Progress in Algorithms Beats Moore’s Law
Everyone knows Moore’s Law –a prediction made in 1965 by Intel co-founder Gordon Moore that the density of transistors in integrated circuits would continue to double every 1 to 2 years.
Fewer people appreciate the extraordinary innovation that is needed to translate increased transistor density into improved system performance. This effort requires new approaches to integrated circuit design, and new supporting design tools, that allow the design of integrated circuits with hundreds of millions or even billions of transistors, compared to the tens of thousands that were the norm 30 years ago. It requires new processor architectures that take advantage of these transistors, and new system architectures that take advantage of these processors. It requires new approaches for the system software, programming languages, and applications that run on top of this hardware. All of this is the work of computer scientists and computer engineers.
Even more remarkable –and even less widely understood– is that in many areas, performance gains due to improvements in algorithms have vastly exceeded even the dramatic performance gains due to increased processor speed.
The algorithms that we use today for speech recognition, for natural language translation, for chess playing, for logistics planning, have evolved remarkably in the past decade. It’s difficult to quantify the improvement, though, because it is as much in the realm of quality as of execution time.
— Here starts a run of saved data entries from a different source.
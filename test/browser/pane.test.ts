import type { Server } from "node:http";
import { join } from "node:path";
import type { Browser, Page } from "playwright-core";
import { auditWorkbook } from "../../src/audit/audit";
import { readBook } from "../../src/cli/read-book";
import { launchBrowser, serveDist } from "../support/browser";
import type { FakeBook } from "../support/fakeExcel";
import { asFake, axe, bookOf, openPane, type PanePage, select } from "../support/panePage";

jest.setTimeout(120_000);

let browser: Browser;
let server: Server;
let address: string;
let opened: PanePage | undefined;

beforeAll(async () => {
  browser = await launchBrowser();
  ({ server, address } = await serveDist());
});
afterAll(async () => {
  await browser?.close();
  await new Promise((done) => (server ? server.close(done) : done(undefined)));
});
afterEach(async () => {
  const seen = opened?.seen;
  await opened?.page.close();
  opened = undefined;
  expect(seen).toEqual({ requests: [], errors: [] });
});

/** A rack on mounts in a ferry's wheelhouse; invented. */
const sizing = (): FakeBook => ({
  sheets: [
    {
      name: "Rack",
      cells: {
        A1: { value: "f (Hz)" },
        B1: { value: 25 },
        A2: { value: "fn (Hz)" },
        B2: { value: 8 },
        A3: { value: "damping ratio" },
        B3: { value: 0.1 },
        A4: { value: "transmissibility" },
        B4: { formula: "PLINTH.ABSTRANS(B1,B2,B3)", value: 0.134190254545645 },
        A5: { value: "isolation efficiency" },
        B5: { formula: "PLINTH.EFFICIENCY(B1,B2,B9)", value: "#VALUE!", type: "Error" },
        A6: { value: "transmissibility by hand" },
        B6: { formula: "1/SQRT((1-(B1/B2)^2)^2+(2*B3*B1/B2)^2)", value: 0.113793109 },
        A7: { value: "worst case" },
        B7: { formula: "PLINTH.TRANSBOUND(B1,B1,B2,B3,0.1,0.2)", value: 0.170382227 },
      },
    },
  ],
});

async function open(book: FakeBook, options = {}): Promise<Page> {
  opened = await openPane(browser, address, book, options);
  return opened.page;
}

const panel = (page: Page) => page.locator("#plinth-cell");

describe("a cell with one of our functions", () => {
  test("shows arguments with value, unit and source, result, reason, worked line and curve", async () => {
    const page = await open(sizing());
    await select(page, "Rack", 3, 1);
    await expect(panel(page).locator(".head h2").innerText()).resolves.toMatch(/Cell B4\s*ABSTRANS/);
    expect(await panel(page).locator(".result strong").innerText()).toBe("0.1342");
    expect(await panel(page).locator(".arguments tbody tr").count()).toBe(4);
    const rows = await panel(page).locator(".arguments tbody").innerText();
    expect(rows).toMatch(/Excitation frequency[\s\S]*25[\s\S]*B1/);
    expect(rows).toMatch(/not percent, not loss factor[\s\S]*0\.1[\s\S]*B3/);
    expect(await panel(page).locator(".why").innerText()).toMatch(/^Isolates: at r = 3\.13 /);
    await panel(page).locator("math").first().waitFor();
    // r = 25/8 and the printed T, from the definition of T at r = 3.125, zeta = 0.1
    const worked = (await panel(page).locator(".worked-lines").textContent())!;
    expect(worked).toContain("3.125");
    expect(worked).toContain("0.1342");
    const label = await panel(page).locator("canvas").getAttribute("aria-label");
    expect(label).toMatch(/At 25 the item moves 0\.1342 times the base, the mount 1\.111 times/);
  });

  test("flags a blank cell behind an argument and explains the error", async () => {
    const page = await open(sizing());
    await select(page, "Rack", 4, 1);
    const flags = await panel(page).locator(".flag").allInnerTexts();
    expect(flags[0]).toMatch(/^B9 is blank/);
    expect(flags[1]).toMatch(/#VALUE!/);
  });

  test("an argument's source selects its cell in the sheet", async () => {
    const page = await open(sizing());
    await select(page, "Rack", 3, 1);
    await panel(page).getByRole("button", { name: "Select B2" }).click();
    await page.waitForTimeout(50);
    expect(await page.evaluate(() => (globalThis as any).fakeExcel.selected())).toEqual({
      sheet: "Rack",
      area: [1, 1, 1, 1],
    });
  });

  test("tolerances among the arguments give a worst case beside the curve", async () => {
    const page = await open(sizing());
    await select(page, "Rack", 6, 1);
    // the cell itself holds the exact bound
    await expect(panel(page).locator("figcaption").innerText()).resolves.toMatch(/item 0\.1704 times/);
  });

  test("tolerances typed in the pane are kept in the workbook", async () => {
    const page = await open(sizing());
    await select(page, "Rack", 3, 1);
    const field = panel(page).locator("fluent-text-input").first().locator("input");
    await field.fill("10");
    await field.press("Enter");
    await field.blur();
    await page.waitForTimeout(100);
    expect(await panel(page).locator("figcaption").innerText()).toMatch(/Worst case within the tolerances/);
    expect((await bookOf(page)).notes).toContain('"naturalFrequency":0.1');
  });
});

test("an empty cell offers questions; choosing one writes its function with picked arguments", async () => {
  const page = await open(sizing());
  await select(page, "Rack", 9, 1);
  await panel(page).getByRole("button", { name: "How much of the base motion arrives?" }).click();
  for (const [i, row] of [0, 1, 2].entries()) {
    await panel(page).locator("fluent-button[aria-pressed]").nth(i).click();
    await select(page, "Rack", row, 1);
  }
  await panel(page).locator("fluent-button", { hasText: "Insert" }).click();
  await page.waitForTimeout(100);
  expect((await bookOf(page)).sheets[0]!.cells["B10"]).toMatchObject({ formula: "PLINTH.ABSTRANS(B1,B2,B3)" });
});

test("inserting without a needed argument says which one and writes nothing", async () => {
  const page = await open(sizing());
  await select(page, "Rack", 9, 1);
  await panel(page).getByRole("button", { name: "How bad is resonance?" }).click();
  await panel(page).locator("fluent-button", { hasText: "Insert" }).click();
  expect(await page.locator(".said").innerText()).toMatch(/^Damping.* is missing\.$/);
  expect((await bookOf(page)).sheets[0]!.cells["B10"]).toBeUndefined();
});

test("a hand formula is named, with its slip and effect", async () => {
  const page = await open(sizing());
  await select(page, "Rack", 5, 1);
  await panel(page).locator(".finding").waitFor();
  expect(await panel(page).locator(".finding").innerText()).toMatch(/Differs[\s\S]*numerator[\s\S]*15\.2%, in B6/);
});

describe("the audit", () => {
  const path = join(__dirname, "../audit/blind/workbooks/chiller_and_pump_calc.xlsx");

  async function audited(): Promise<Page> {
    const page = await open(asFake(readBook(path)));
    await page.getByRole("tab", { name: "Audit" }).click();
    await page.locator("#plinth-audit fluent-button[appearance=primary]").click();
    await page.locator(".results p").first().waitFor();
    return page;
  }

  test("finds what the command line finds", async () => {
    const wrong = auditWorkbook(readBook(path)).filter(({ verdict }) => verdict === "differs");
    const page = await audited();
    await page
      .locator("#plinth-audit details.group")
      .evaluateAll((groups) => groups.forEach((each) => ((each as HTMLDetailsElement).open = true)));
    const entries = await page.locator("#plinth-audit .results > .group .entry").allTextContents();
    expect(wrong.length).toBeGreaterThan(0);
    expect(entries).toHaveLength(wrong.length);
    for (const { message } of wrong) expect(entries.some((entry) => entry.includes(message))).toBe(true);
  });

  test("changes no audited cell, keeps an acceptance with its reason, and shows it next time", async () => {
    const page = await audited();
    const before = (await bookOf(page)).sheets;
    const entries = page.locator("#plinth-audit .results > .group .entry");
    const count = await entries.count();
    await entries.first().locator("details.accept summary").click();
    await entries.first().locator("details.accept input").fill("measured on site, see report 12");
    await entries.first().locator("fluent-button", { hasText: "Keep" }).click();
    await page.waitForFunction(
      (n) => document.querySelectorAll("#plinth-audit .results > .group .entry").length < n,
      count,
    );
    const after = await bookOf(page);
    expect(after.sheets).toEqual(before);
    expect(after.notes).toContain("measured on site, see report 12");
    await page.close();
    const again = await open(after);
    await again.getByRole("tab", { name: "Audit" }).click();
    await again.locator("#plinth-audit fluent-button[appearance=primary]").click();
    await again.locator(".results details.fold summary").first().waitFor();
    expect(await again.locator("#plinth-audit .accepted").first().textContent()).toContain("measured on site");
  });

  test("writes a findings sheet with the cautions and what was not checked", async () => {
    const page = await audited();
    await page.locator("#plinth-audit fluent-button", { hasText: "Write a findings sheet" }).click();
    await page.waitForFunction(() =>
      (globalThis as any).fakeExcel.book.sheets.some(
        (sheet: any) => sheet.name === "Plinth findings" && sheet.cells.A20,
      ),
    );
    const texts = Object.values((await bookOf(page)).sheets.at(-1)!.cells).map(({ value }) => String(value));
    expect(texts.some((text) => text.startsWith("Numbers come from the inputs"))).toBe(true);
    expect(texts).toContain("Not checked");
    expect(texts).toContain("Differs");
  });
});

test("the copy with plain formulas leaves the sheet as it was", async () => {
  const page = await open(sizing());
  await select(page, "Rack", 3, 1);
  const before = (await bookOf(page)).sheets[0];
  await page.getByRole("tab", { name: "Audit" }).click();
  await page.locator("#plinth-audit fluent-button", { hasText: "Plain-formula copy" }).click();
  await page.waitForFunction(() => (globalThis as any).fakeExcel.book.sheets.length === 3);
  await page.waitForTimeout(100);
  const { sheets } = await bookOf(page);
  expect(sheets[0]).toEqual(before);
  const copy = sheets.find(({ name }) => name === "Rack plain")!;
  expect(copy.cells["B4"]!.formula).toMatch(/SQRT\(\(1\+\(2\*B3\*\(B1\/B2\)\)\^2\)/);
  expect(await page.locator(".said").innerText()).toMatch(/“Rack plain”; 3 formulas replaced/);
});

test("the views are reached by keyboard alone", async () => {
  const page = await open(sizing());
  await select(page, "Rack", 3, 1);
  await page.keyboard.press("Tab");
  await page.keyboard.press("ArrowRight");
  expect(await page.locator("#plinth-audit").isVisible()).toBe(true);
  await page.keyboard.press("ArrowRight");
  expect(await page.locator("#plinth-cautions").isVisible()).toBe(true);
  expect(await page.locator("#plinth-cautions h4").count()).toBeGreaterThanOrEqual(12);
  expect(await page.locator(".standing").innerText()).toMatch(/qualified engineer/);
});

describe.each([
  ["light", {}],
  ["dark", { theme: "#262626" }],
] as const)("in the %s theme", (_name, host) => {
  test.each(["This cell", "Audit", "Cautions"])("axe-core finds nothing in the view %s", async (view) => {
    const page = await open({ ...sizing(), ...host });
    await select(page, "Rack", 3, 1);
    await panel(page).locator("math").first().waitFor();
    await page.getByRole("tab", { name: view }).click();
    await page.waitForTimeout(150);
    expect(await axe(page)).toEqual([]);
  });
});

test.each([320, 600])("nothing is wider than the pane at %i px", async (width) => {
  const page = await open(sizing(), { width });
  await select(page, "Rack", 3, 1);
  await panel(page).locator("math").first().waitFor();
  const overflow = await page.evaluate(() => {
    const panels = document.querySelector("#plinth-cell")!;
    return panels.scrollWidth - panels.clientWidth;
  });
  expect(overflow).toBe(0);
});

test("numbers follow the locale", async () => {
  const page = await open({ ...sizing(), locale: "de-DE" });
  await select(page, "Rack", 3, 1);
  expect(await panel(page).locator(".result strong").innerText()).toBe("0,1342");
});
In the field of numerical algorithms, however, the improvement can be quantified. Here is just one example, provided by Professor Martin Grötschel of Konrad-Zuse-Zentrum für Informationstechnik Berlin. Grötschel, an expert in optimization, observes that a benchmark production planning model solved using linear programming would have taken 82 years to solve in 1988, using the computers and the linear programming algorithms of the day. Fifteen years later –in 2003– this same model could be solved in roughly 1 minute, an improvement by a factor of roughly 43 million. Of this, a factor of roughly 1,000 was due to increased processor speed, whereas a factor of roughly 43,000 was due to improvements in algorithms! Grötschel also cites an algorithmic improvement of roughly 30,000 for mixed integer programming between 1991 and 2008.
The design and analysis of algorithms, and the study of the inherent computational complexity of problems, are fundamental subfields of computer science.